# Neues Firefox AddOn OpenH264... sinnvoll ? (wird automatisch mit ver. 33.xx installiert)



## Niza (18. Oktober 2014)

Nabend,

jetzt habe ich festgestellt, dass es ein neues Add-On gibt, dass wohl bei Firefox ab Version 33.xx automatisch mitinstalliert wird.

Es hört auf den Namen "*OpenH264-Videocodec zur Verfügung gestellt von Cisco Systems, Inc. 1.1*"



			Dieser Inhalt steht nur eingeloggten Mitgliedern zur Verfügung.
        



Jetzt stellt ich mir die Frage, was dass bringt und ob man es lieber aktiviert lassen sollte oder doch lieber deaktivieren sollte.
Was würdet ihr machen ?

Hat da wer Erfahrung mit ?

schadet es, dieses Add On aktiviert zu lassen ?

Mfg:
Niza


----------



## yingtao (18. Oktober 2014)

Das H264 Codec ist seit einiger Zeit kostenlos verfügbar aber Firefox will das nicht direkt als Teil des Browsers implementieren wie es die anderen Anbieter machen (Chrome, IE, Safari oder auch Opera) und packen das dann halt als Plug-In dazu. Schaden tut das nicht und man kann jetzt z.B. wieder die Youtube Videos als HTML5 angucken. Ich würde es einfach aktiviert lassen da man sonst keine Dinge mehr im Browser nutzen kann die H264 als Codec nutzen.


----------



## VikingGe (18. Oktober 2014)

> und man kann jetzt z.B. wieder die Youtube Videos als HTML5 angucken


Das ging auch schon vorher, wenn ein h.264-Decoder auf dem System installiert ist.
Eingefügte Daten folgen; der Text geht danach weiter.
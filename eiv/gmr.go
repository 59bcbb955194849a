package eiv

import (
	"errors"
	"fmt"
	"math"

	"gonum.org/v1/gonum/mat"
)

// Gauss–Markov regression of a calibration line (ISO/TS 28037:2010 §8–9):
// the standards' x values x = ξ + e and mean readings ȳ = a + b·ξ + f, with
// the joint covariance of (e, f)
//
//	V = [ V_x   D  ]      V_x the full m×m covariance of x,
//	    [ D     V_y]      V_y = diag(u²(ȳ_i)), D = diag(r_i·u(x_i)·u(ȳ_i)).
//
// The estimates minimise the generalized distance (z − ẑ)ᵀ·V⁻¹·(z − ẑ) over
// (a, b, ξ), z = (x, ȳ). For fixed (a, b) the minimum over ξ is the
// smallest-norm error (e, f) with f − b·e = d, d = ȳ − a − b·x:
//
//	ê = (D − b·V_x)·M⁻¹·d,  ξ̂ = x − ê,  S(a, b) = dᵀ·M⁻¹·d,
//	M(b) = cov(f − b·e) = V_y + b²·V_x − 2·b·D,
//
// which needs only M positive definite (so V_x may be singular: exact x
// values, or a shared component without an independent part). Each
// Gauss–Newton step linearises b·ξ about (b_k, ξ_k); with ξ free it
// reduces to generalized least squares of t = ȳ − b_k·(x − ξ_k) on
// G = [1, ξ_k] with covariance M(b_k) (one Cholesky factorisation of M per
// step), after which ξ is re-optimised exactly. At the fixed point the
// gradient of S vanishes, and the covariance of (a, b) is the (a, b) block of
// the Gauss–Newton inverse, (GᵀM⁻¹G)⁻¹ at G = [1, ξ̂]: with a diagonal V
// this is York et al.'s (2004) and ISO/TS 28037 §7's.
//
// ErrNotSymmetric, ErrNotPSD and ErrMatrixSize are reported with the index
// of the offending row (and column) of an explicit x covariance.

// ErrBadMember: a shared component names a standard that does not exist, or one twice.
var ErrBadMember = errors.New("eiv: not the index of a standard, or named twice")

// xCovariance builds the covariance of the standards' x values (nil when
// diagonal) and sets d.vx; full says whether a covariance was given.
func xCovariance(d *calData, opt *CalibrationOptions) (vx [][]float64, full bool, err error) {
	m := len(d.x)
	if opt.XCovariance != nil {
		if len(opt.Shared) > 0 {
			return nil, false, &OptionError{Option: "x_covariance", Reason: "give either shared components or an x covariance, not both"}
		}
		if err := CheckCovariance(opt.XCovariance, m); err != nil {
			return nil, false, err
		}
		for i := range m {
			if d.ux[i] != 0 {
				return nil, false, inputErr("standards", i, "ux", fmt.Errorf(
					"%w: an x covariance is the whole covariance of x; leave ux out", ErrInvalidOption))
			}
		}
		vx = make([][]float64, m)
		for i := range m {
			vx[i] = append([]float64(nil), opt.XCovariance[i]...)
		}
		d.vx, d.explicit = vx, true
		return vx, true, nil
	}
	if len(opt.Shared) == 0 {
		return nil, false, nil
	}
	vx = make([][]float64, m)
	for i := range m {
		vx[i] = make([]float64, m)
		vx[i][i] = d.ux[i] * d.ux[i]
	}
	for c, sc := range opt.Shared {
		if !allFinite(sc.RelativeU) || sc.RelativeU < 0 {
			return nil, false, inputErr("shared_components", c, "relative_u", badU(sc.RelativeU))
		}
		if len(sc.Members) == 0 {
			return nil, false, inputErr("shared_components", c, "members", fmt.Errorf("%w: a shared component needs its standards", ErrInvalidOption))
		}
		seen := make(map[int]bool, len(sc.Members))
		for p, i := range sc.Members {
			if i < 0 || i >= m || seen[i] {
				return nil, false, &InputError{Part: "shared_components", Index: c, Col: p, Field: "members", Err: ErrBadMember}
			}
			seen[i] = true
		}
		u2 := sc.RelativeU * sc.RelativeU
		for _, i := range sc.Members {
			for _, j := range sc.Members {
				vx[i][j] += u2 * d.x[i] * d.x[j]
			}
		}
	}
	d.vx = vx
	return vx, true, nil
}

// CheckCovariance checks that v is an m×m symmetric positive
// semi-definite matrix of finite numbers, and returns an *InputError (part
// "x_covariance") naming the row, and column, at fault: the size
// (ErrMatrixSize), a non-finite entry (ErrNonFinite), a negative variance
// (ErrInvalidUncertainty), asymmetry beyond 1e-12 of √(v_ii·v_jj)
// (ErrNotSymmetric), or the first row at which the matrix stops being
// positive semi-definite (ErrNotPSD; found by a Cholesky factorisation
// without pivoting, a pivot below −1e-10·max v_ii counting as negative).
func CheckCovariance(v [][]float64, m int) error {
	const part = "x_covariance"
	if len(v) != m {
		return &InputError{Part: part, Index: -1, Col: -1, Err: fmt.Errorf("%w: %d rows for %d standards", ErrMatrixSize, len(v), m)}
	}
	var maxd float64
	for i, row := range v {
		if len(row) != m {
			return &InputError{Part: part, Index: i, Col: -1, Err: fmt.Errorf("%w: %d columns for %d standards", ErrMatrixSize, len(row), m)}
		}
		for j, e := range row {
			if !allFinite(e) {
				return &InputError{Part: part, Index: i, Col: j, Err: ErrNonFinite}
			}
		}
		if row[i] < 0 {
			return &InputError{Part: part, Index: i, Col: i, Err: fmt.Errorf("%w: negative variance", ErrInvalidUncertainty)}
		}
		maxd = math.Max(maxd, row[i])
	}
	for i := range m {
		for j := range i {
			if math.Abs(v[i][j]-v[j][i]) > 1e-12*math.Sqrt(v[i][i]*v[j][j]) {
				return &InputError{Part: part, Index: i, Col: j, Err: ErrNotSymmetric}
			}
		}
	}
	// Cholesky without pivoting, semi-definite: a zero pivot needs a zero
	// remaining column below it.
	tol := 1e-10 * maxd
	l := make([][]float64, m)
	for i := range m {
		l[i] = make([]float64, i+1)
	}
	for k := range m {
		s := v[k][k]
		for j := range k {
			s -= l[k][j] * l[k][j]
		}
		if s < -tol {
			return &InputError{Part: part, Index: k, Col: k, Err: fmt.Errorf(
				"%w: with the rows before it, row %d leaves a negative variance", ErrNotPSD, k)}
		}
		zero := s <= tol
		if !zero {
			l[k][k] = math.Sqrt(s)
		}
		for i := k + 1; i < m; i++ {
			t := v[i][k]
			for j := range k {
				t -= l[i][j] * l[k][j]
			}
			if zero {
				if math.Abs(t) > 1e-8*math.Sqrt(math.Max(v[i][i], tol)*math.Max(v[k][k], tol)) {
					return &InputError{Part: part, Index: i, Col: k, Err: fmt.Errorf(
						"%w: row %d has no variance left for its covariance with row %d", ErrNotPSD, k, i)}
				}
				continue
			}
			l[i][k] = t / l[k][k]
		}
	}
	return nil
}

// solveGMR minimises the generalized distance with the full covariance.
func solveGMR(d *calData, vx [][]float64) (*lineSolution, error) {
	m := len(d.x)
	if vx == nil {
		vx = make([][]float64, m)
		for i := range m {
			vx[i] = make([]float64, m)
			vx[i][i] = d.ux[i] * d.ux[i]
		}
	}
	rho := make([]float64, m)
	sx := make([]float64, m)
	rs := make([]float64, m)
	for i := range m {
		sx[i] = math.Sqrt(vx[i][i])
		rho[i] = d.r[i] * d.xSD(i) * d.uy[i]
		if sx[i] > 0 && d.uy[i] > 0 {
			rs[i] = rho[i] / (sx[i] * d.uy[i])
		}
	}
	// Start: York's line with the diagonal of the covariance.
	f, err := York(d.x, d.y, sx, d.uy, rs, nil)
	if err != nil {
		var pe *PointError
		if errors.As(err, &pe) {
			return nil, inputErr("standards", pe.Index, map[string]string{"sx": "ux", "sy": "uy"}[pe.Field], pe.Err)
		}
		return nil, err
	}
	xc, yc := origin(d.x, d.y)
	X := make([]float64, m)
	Y := make([]float64, m)
	for i := range m {
		X[i], Y[i] = d.x[i]-xc, d.y[i]-yc
	}
	g := &gmr{m: m, X: X, Y: Y, vx: vx, uy: d.uy, rho: rho,
		msym: mat.NewSymDense(m, nil), rhs: mat.NewDense(m, 3, nil), sol: mat.NewDense(m, 3, nil),
		dv: mat.NewVecDense(m, nil), wd: mat.NewVecDense(m, nil)}
	b := f.Slope.Value
	ac := f.Intercept.Value + b*xc - yc
	xi := make([]float64, m)
	s, err := g.profile(ac, b, xi)
	if err != nil {
		return nil, err
	}
	const maxIter = 500
	prevChange := math.Inf(1)
	iter := 0
	for iter = 1; iter <= maxIter; iter++ {
		na, nb, err := g.step(b, xi)
		if err != nil {
			return nil, err
		}
		// Step halving keeps S from rising (Gauss–Newton safeguard).
		nxi := make([]float64, m)
		ns, err := g.profile(na, nb, nxi)
		for h := 0; (err != nil || ns > s*(1+1e-13)+1e-300) && h < 40; h++ {
			na, nb = ac+(na-ac)/2, b+(nb-b)/2
			ns, err = g.profile(na, nb, nxi)
		}
		if err != nil {
			return nil, err
		}
		change := math.Abs(nb - b)
		if nb != 0 {
			change /= math.Abs(nb)
		}
		ac, b, s, xi = na, nb, ns, nxi
		if change <= 1e-15 || (change < 1e-12 && change >= prevChange) {
			break
		}
		prevChange = change
	}
	if iter > maxIter {
		return nil, &ConvergenceError{Method: Method(ModelGMR), Iterations: maxIter, Change: prevChange}
	}
	// Closing pass: M at the solution, GᵀM⁻¹G at the adjusted points.
	if err := g.factor(b); err != nil {
		return nil, err
	}
	ln := &lineSolution{xc: xc, yc: yc, ac: ac, b: b, xi: xi, mdiag: make([]float64, m), chi2: s, iter: f.Iterations + iter}
	for i := range m {
		ln.mdiag[i] = g.msym.At(i, i)
	}
	ones := mat.NewVecDense(m, nil)
	for i := range m {
		ones.SetVec(i, 1)
	}
	w1 := mat.NewVecDense(m, nil)
	if err := g.chol.SolveVecTo(w1, ones); err != nil {
		return nil, fmt.Errorf("%w: %v", ErrDegenerate, err)
	}
	for i := range m {
		ln.s0 += w1.AtVec(i)
		ln.s1 += w1.AtVec(i) * xi[i]
	}
	xbar := ln.s1 / ln.s0
	e := mat.NewVecDense(m, nil)
	for i := range m {
		e.SetVec(i, xi[i]-xbar)
	}
	we := mat.NewVecDense(m, nil)
	if err := g.chol.SolveVecTo(we, e); err != nil {
		return nil, fmt.Errorf("%w: %v", ErrDegenerate, err)
	}
	ln.s2 = mat.Dot(e, we)
	return ln, nil
}

// xSD is the standard deviation of x_i that the correlation r multiplies:
// the independent part ux, or √V_x,ii for an explicit covariance.
func (d *calData) xSD(i int) float64 {
	if d.explicit {
		return math.Sqrt(d.vx[i][i])
	}
	return d.ux[i]
}

// gmr holds the data (centred) and scratch of the Gauss–Markov iteration.
type gmr struct {
	m          int
	X, Y       []float64
	vx         [][]float64
	uy, rho    []float64
	msym       *mat.SymDense
	chol       mat.Cholesky
	rhs, sol   *mat.Dense
	dv, wd     *mat.VecDense
	factoredAt float64
	factored   bool
}

// factor sets M(b) and its Cholesky factor.
func (g *gmr) factor(b float64) error {
	if g.factored && g.factoredAt == b {
		return nil
	}
	for i := range g.m {
		for j := i; j < g.m; j++ {
			v := b * b * g.vx[i][j]
			if i == j {
				v += g.uy[i]*g.uy[i] - 2*b*g.rho[i]
			}
			g.msym.SetSym(i, j, v)
		}
	}
	if ok := g.chol.Factorize(g.msym); !ok {
		g.factored = false
		return fmt.Errorf("%w: the covariance of the residuals about the line, u²(y) + b²·V_x − 2b·cov(x, y), is not positive definite at b = %.6g", ErrDegenerate, b)
	}
	g.factored, g.factoredAt = true, b
	return nil
}

// profile evaluates S(a, b) = dᵀM⁻¹d and writes the optimal ξ into xi.
func (g *gmr) profile(a, b float64, xi []float64) (float64, error) {
	if err := g.factor(b); err != nil {
		return 0, err
	}
	for i := range g.m {
		g.dv.SetVec(i, g.Y[i]-a-b*g.X[i])
	}
	if err := g.chol.SolveVecTo(g.wd, g.dv); err != nil {
		return 0, fmt.Errorf("%w: %v", ErrDegenerate, err)
	}
	s := mat.Dot(g.dv, g.wd)
	// ê = (D − b·V_x)·w, w = M⁻¹d.
	for i := range g.m {
		e := g.rho[i] * g.wd.AtVec(i)
		row := g.vx[i]
		var t float64
		for j := range g.m {
			t += row[j] * g.wd.AtVec(j)
		}
		e -= b * t
		xi[i] = g.X[i] - e
	}
	if !allFinite(s) {
		return 0, fmt.Errorf("%w: the generalized distance overflows", ErrDegenerate)
	}
	return s, nil
}

// step is one Gauss–Newton step: GLS of t = Y − b·(X − ξ) on [1, ξ] with
// covariance M(b), in coordinates centred at the weighted mean of ξ.
func (g *gmr) step(b float64, xi []float64) (a, nb float64, err error) {
	if err := g.factor(b); err != nil {
		return 0, 0, err
	}
	for i := range g.m {
		g.rhs.Set(i, 0, 1)
		g.rhs.Set(i, 1, xi[i])
		g.rhs.Set(i, 2, g.Y[i]-b*(g.X[i]-xi[i]))
	}
	if err := g.chol.SolveTo(g.sol, g.rhs); err != nil {
		return 0, 0, fmt.Errorf("%w: %v", ErrDegenerate, err)
	}
	var s0, s1, st float64
	for i := range g.m {
		s0 += g.sol.At(i, 0)
		s1 += g.sol.At(i, 1)
		st += g.sol.At(i, 2)
	}
	xb, tb := s1/s0, st/s0
	// With u = ξ − x̄ξ: slope = uᵀM⁻¹(t − t̄)/uᵀM⁻¹u, using M⁻¹u = M⁻¹ξ − x̄ξ·M⁻¹1.
	var num, den float64
	for i := range g.m {
		wu := g.sol.At(i, 1) - xb*g.sol.At(i, 0)
		num += wu * (g.rhs.At(i, 2) - tb)
		den += wu * (xi[i] - xb)
	}
	nb = num / den
	a = tb - nb*xb
	if !allFinite(a, nb) {
		return 0, 0, fmt.Errorf("%w: the Gauss–Markov iteration left the finite range", ErrDegenerate)
	}
	return a, nb, nil
}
AFAIK ist dieses Plugin nur ein Fallback für den Fall, dass der fehlt.



> schadet es, dieses Add On aktiviert zu lassen?


Nein - da würde ich ja eher mal die beiden Adobe-Viren deaktivieren


----------



## Niza (19. Oktober 2014)

ok danke für eure Antworten.

Dann lasse ich es aktiviert.


----------